**Exercise prompt:**
Set out exactly every line of the entries below, starting at the line that holds "formatBand, nutrientNames, type" and stopping after the line that holds "function pointsOf(nutrient: Nutrient, tests: readonly".

**Record set:**
________

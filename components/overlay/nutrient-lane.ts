import type { Test } from '#shared/contract/records.ts';
import { defaultBands, formatBand, nutrientNames, type Nutrient } from '../../lib/format/nutrient.ts';
import type { LaneInput } from '../charts/lane-model.ts';
import type { TestPoint } from '../charts/test-marks.ts';

function pointsOf(nutrient: Nutrient, tests: readonly Test[]): TestPoint[] {
  return tests
    .filter((test) => test.quantity === nutrient)
    .map((test) => ({ id: test.id, tMs: Date.parse(test.at), value: test.canonicalMgPerL, below: test.below, edited: test.edited }))
    .sort((a, b) => a.tMs - b.tMs);
}

/** Whole numbers where every result is one: a figure shows no more than the kit can know. */
function decimalsOf(nutrient: Nutrient, points: readonly TestPoint[]): number {
  if (nutrient === 'phosphate') return 2;
  return points.every((point) => Math.abs(point.value - Math.round(point.value)) < 0.05) ? 0 : 1;
}

/** The lane of a nutrient: its tests as the ion, over the band that is aimed for. Tests that are not here yet are not said to be none. */
export function nutrientLane(nutrient: Nutrient, tests: readonly Test[] | undefined): LaneInput {
  const points = pointsOf(nutrient, tests ?? []);
  const band = defaultBands[nutrient];
  const isNitrate = nutrient === 'nitrate';
  return {
    id: nutrient,
    title: nutrientNames[nutrient],
    unit: 'mg/L',
    decimals: decimalsOf(nutrient, points),
    fromZero: true,
    leastSpan: band.highMgPerL * 1.2,
    band: { low: band.lowMgPerL, high: band.highMgPerL, label: `aim ${formatBand(nutrient)}` },
    limits: [],
    traces: [],
    tests: tests === undefined ? null : { shape: isNitrate ? 'circle' : 'square', dashed: !isNitrate, points },
    doses: null,
  };
}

________

**Response to this exercise:**
import { defaultBands, formatBand, nutrientNames, type Nutrient } from '../../lib/format/nutrient.ts';
import type { LaneInput } from '../charts/lane-model.ts';
import type { TestPoint } from '../charts/test-marks.ts';

function pointsOf(nutrient: Nutrient, tests: readonly Test[]): TestPoint[] {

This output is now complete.